As Paramount closes in on its acquisition of Warner Bros. Discovery, I’m told that members of the senior leadership team have had informal discussions about changing Bari’s mandate at CBS News—and, eventually, CNN—in ways that would give her less control over the linear product. Paramount would look to bring in an executive who could manage that business.

No plans have been telegraphed or formally enshrined, and it’s unclear how involved David himself has been in the discussions. But sources with knowledge of the conversations said that Bari would likely cede day-to-day control over Evening NewsCBS Mornings, and 60 Minutes to this more experienced, as-yet-unnamed executive, shifting her focus to the news division’s digital growth while maintaining broad editorial influence across all the company’s platforms. (A spokesman for Paramount responded: “Bari has the full support of Paramount and David Ellison as the editorial leader overseeing CBS News and 60 Minutes. Reports suggesting otherwise are inaccurate.”)
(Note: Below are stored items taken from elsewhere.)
/// Checks that operands and operators alternate as in a formula, so that the crate sees nothing that it would misread.
fn check(text: &str, tokens: &[Token]) -> Result<(), Vec<Fault>> {
    let fault = |span: Range<usize>, message: &str, mend: &str| {
        Err(vec![Fault::new(&SYNTAX, span, message, mend)])
    };
    if tokens.is_empty() {
        return fault(0..text.len(), "the formula is empty", "write an expression");
    }
    // For each open parenthesis: whether it encloses arguments of a call.
    let mut open: Vec<(bool, Range<usize>)> = Vec::new();
    let operators = || {
        tokens
            .iter()
            .filter(|token| matches!(token.kind, TokenKind::Operator(_)))
    };
    if let Some(one_too_many) = operators().nth(MAX_OPERATORS) {
        let message = format!(
            "{} operators; the limit is {MAX_OPERATORS}",
            operators().count()
        );
        return Err(vec![Fault::new(
            &FORMULA_TOO_LONG,
            one_too_many.span.clone(),
            message,
            "split the formula into named quantities",
        )]);
    }
    let mut expects_operand = true;
    for (index, token) in tokens.iter().enumerate() {
        let span = token.span.clone();
        let after_name = index > 0 && matches!(tokens[index - 1].kind, TokenKind::Name(_));
        match &token.kind {
            TokenKind::Number(_) | TokenKind::Name(_) | TokenKind::Quoted(_) => {
                if !expects_operand {
                    return fault(
                        span,
                        "an operator is missing before this",
                        "products are written with a star: a * b",
                    );
                }
                expects_operand = false;
            }
            TokenKind::Open => {
                if !expects_operand && !after_name {
                    return fault(
                        span,
                        "an operator is missing before the parenthesis",
                        "products are written with a star: 2 * (a + b)",
                    );
                }
                open.push((!expects_operand, span.clone()));
                if open.len() > MAX_DEPTH {
                    let message = format!("parentheses nest deeper than {MAX_DEPTH}");
                    return Err(vec![Fault::new(
                        &FORMULA_TOO_LONG,
                        span,
                        message,
                        "split the formula into named quantities",
                    )]);
                }
                expects_operand = true;
            }
            TokenKind::Close => {
                if open.pop().is_none() {
                    return fault(span, "this parenthesis closes nothing", "remove it");
                }
                if expects_operand {
                    return fault(
                        span,
                        "an operand is missing before the parenthesis",
                        "add the operand, or remove the operator",
                    );
                }
            }
            TokenKind::Comma => {
                if expects_operand || !open.last().is_some_and(|(is_call, _)| *is_call) {
                    return fault(
                        span,
                        "a comma separates arguments of a function; here it separates nothing",
                        "the decimal sign is a point",
                    );
                }
                expects_operand = true;
            }
            TokenKind::Operator("!") => {
                if !expects_operand {
                    return fault(
                        span,
                        "an operator is missing before `!`",
                        "not equal is written !=",
                    );
                }
            }
            TokenKind::Operator("-") if expects_operand => {
                if index > 0 && matches!(tokens[index - 1].kind, TokenKind::Operator("-")) {
                    return fault(
                        span,
                        "two minus signs in a row",
                        "use parentheses if both are meant: a - (-b)",
                    );
                }
            }
            TokenKind::Operator(operator) => {
                if expects_operand {
                    let message = format!("an operand is missing before `{operator}`");
                    let mend = if *operator == "+" {
                        "a leading plus sign is not needed"
                    } else {
                        "add the operand; a power is written a^b"
                    };
                    return fault(span, &message, mend);
                }
                expects_operand = true;
            }
        }
    }
    if let Some((_, span)) = open.pop() {
        return fault(span, "this parenthesis is never closed", "close it");
    }
    if expects_operand {
        let last = tokens[tokens.len() - 1].span.clone();
        return fault(
            last,
            "the formula ends where an operand is expected",
            "add the operand, or remove the operator",
        );
    }
    check_chains(tokens)
}

/// Refuses `a^b^c` and `a < b < c`, which people read in two ways.
fn check_chains(tokens: &[Token]) -> Result<(), Vec<Fault>> {
    for (index, token) in tokens.iter().enumerate() {
        if matches!(token.kind, TokenKind::Operator("^")) {
            let end = primary_end(tokens, index + 1);
            if let Some(next) = tokens
                .get(end)
                .filter(|next| matches!(next.kind, TokenKind::Operator("^")))
            {
                let mend = "write (a^b)^c or a^(b^c), whichever is meant";
                return Err(vec![Fault::new(
                    &POWER_CHAIN,
                    token.span.start..next.span.end,
                    "a^b^c can be read in two ways",
                    mend,
                )]);
            }
        }
    }
    // At each depth of parentheses: a comparison since the last && || or comma.
    let mut seen = vec![false];
    for token in tokens {
        let top = seen.len() - 1;
        match &token.kind {
            TokenKind::Open => seen.push(false),
            TokenKind::Close if top > 0 => {
                seen.pop();
            }
            TokenKind::Comma | TokenKind::Operator("&&" | "||") => seen[top] = false,
            TokenKind::Operator("<" | "<=" | ">" | ">=" | "==" | "!=") => {
                if seen[top] {
                    let message = "comparisons in a chain";
                    return Err(vec![Fault::new(
                        &SYNTAX,
                        token.span.clone(),
                        message,
                        "write a < b && b < c",
                    )]);
                }
                seen[top] = true;
            }
            _ => {}
        }
    }
    Ok(())
}

/// Index after the operand (with its unary minus) that starts at `index`.
fn primary_end(tokens: &[Token], mut index: usize) -> usize {
    if tokens
        .get(index)
        .is_some_and(|token| matches!(token.kind, TokenKind::Operator("-")))
    {
        index += 1;
    }
    if tokens
        .get(index)
        .is_some_and(|token| matches!(token.kind, TokenKind::Name(_)))
    {
        index += 1;
    }
    if tokens
        .get(index)
        .is_some_and(|token| token.kind == TokenKind::Open)
    {
        let mut depth = 0;
        while let Some(token) = tokens.get(index) {
            index += 1;
            match token.kind {
                TokenKind::Open => depth += 1,
                TokenKind::Close => depth -= 1,
                _ => {}
            }
            if depth == 0 {
                break;
            }
        }
        return index;
    }
    let after_name = matches!(
        tokens.get(index.wrapping_sub(1)).map(|token| &token.kind),
        Some(TokenKind::Name(_))
    );
    if after_name { index } else { index + 1 }
}

/// The text that the crate parses: operands by token number, negative exponents in parentheses.
fn rename(tokens: &[Token]) -> String {
    let mut text = String::new();
    let mut close_after: Vec<usize> = Vec::new();
    for (index, token) in tokens.iter().enumerate() {
        let negative_exponent = matches!(token.kind, TokenKind::Operator("-"))
            && index > 0
            && matches!(tokens[index - 1].kind, TokenKind::Operator("^"));
        if negative_exponent {
            text.push('(');
            close_after.push(primary_end(tokens, index));
        }
        match &token.kind {
            TokenKind::Number(_) | TokenKind::Name(_) | TokenKind::Quoted(_) => {
                text.push_str(&format!(" v{index} "))
            }
            TokenKind::Operator(operator) => text.push_str(&format!(" {operator} ")),
            TokenKind::Open => text.push('('),
            TokenKind::Close => text.push(')'),
            TokenKind::Comma => text.push(','),
        }
        while close_after.last() == Some(&(index + 1)) {
            close_after.pop();
            text.push(')');
        }
    }
    text
}

/// The crate's tree into ours.
struct Lowering<'a> {
    tokens: &'a [Token],
    faults: &'a mut Vec<Fault>,
}
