import { existsSync, rmSync } from 'node:fs'
import { join } from 'node:path'
import { isOpen } from './archive'
import { Refused } from './settings'
import { studio } from '~~/db/schema'
import { findDemo, seedDemo } from '~~/db/seed/demo'
import { deleteDemo } from '~~/server/services/demo-studio'
import type { Config } from '~~/server/utils/config'
import { prepareDatabase } from '~~/server/utils/database'
import type { Database } from '~~/server/utils/database'

type Settings = Pick<Config, 'databaseFile' | 'backupFolder' | 'storageFolder' | 'production'>

/** The database, brought up to date as a start would, while no server has it; what `work` does is all that happens to it. */
async function alone<T>({ databaseFile, backupFolder }: Settings, now: number, work: (db: Database) => T | Promise<T>): Promise<T> {
  if (existsSync(databaseFile) && isOpen(databaseFile)) throw new Refused('The server is running. Stop it first.')
  const db = prepareDatabase(databaseFile, 'db/migrations', backupFolder, now)
  try {
    return await work(db)
  }
  finally {
    db.$client.close()
  }
}

/**
 * Adds the demo studio beside whatever there is.
 * @param now ms UTC: the demo is in the middle of this week
 * @returns a line saying what was done
 */
export function addDemo(settings: Settings, now: number): Promise<string> {
  if (settings.production) throw new Refused('STILLWET_PRODUCTION=1 refuses the demo studio and its sign-ins.')
  return alone(settings, now, async (db) => {
    if (findDemo(db) !== null) throw new Refused('The demo studio is there already.')
    const { signIns } = await seedDemo(db, now)
    return ['The demo studio is added. Sign in as', ...signIns.map(one => `  ${one.email}   ${one.password}`)].join('\n')
  })
}

/** Removes the demo studio whole, with its people. Nothing of any other studio is touched. */
export function removeDemo(settings: Settings, now: number): Promise<string> {
  return alone(settings, now, (db) => {
    const found = findDemo(db)
    if (found === null) throw new Refused('There is no demo studio.')
    deleteDemo(db, found)
    rmSync(join(settings.storageFolder, String(found)), { recursive: true, force: true })
    const left = db.select({ id: studio.id }).from(studio).limit(1).all().length
    return `The demo studio is removed.${left === 0 ? ' No studio is left: set STILLWET_DEMO=0, or the next start makes it again.' : ''}`
  })
}
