import { removePhoto } from '~~/server/services/photos'
import { defineStudioHandler } from '~~/server/utils/handler'
import { idParams } from '#shared/schemas/common'

/** DELETE /api/photos/7: takes it away; for a day it can be had back. */
export default defineStudioHandler({
  may: 'add photos',
  params: idParams,
  run: ({ db, studio, member, params, now }) => removePhoto(db, studio.id, member, params.id, true, now),
})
The conversations, I’m told, reflect Paramount leadership’s newfound acceptance that Bari was given too broad a mandate for someone without previous experience in television, as well as some irritation with the ceaseless barrage of negative press. After all, before founding The Free Press—which Paramount acquired last year for a handsome $150 million—Bari had only ever served as an editor and writer. Nevertheless, David put her in charge of the news division, with a direct reporting line to him, while entrusting that network president Tom Cibrowski, a TV news veteran, would pick up the slack. But even with Tom in place, sources inside CBS News and 60 Minutes complain that Bari is drastically overstretched, and lacks the experience and managerial skills necessary to run the network.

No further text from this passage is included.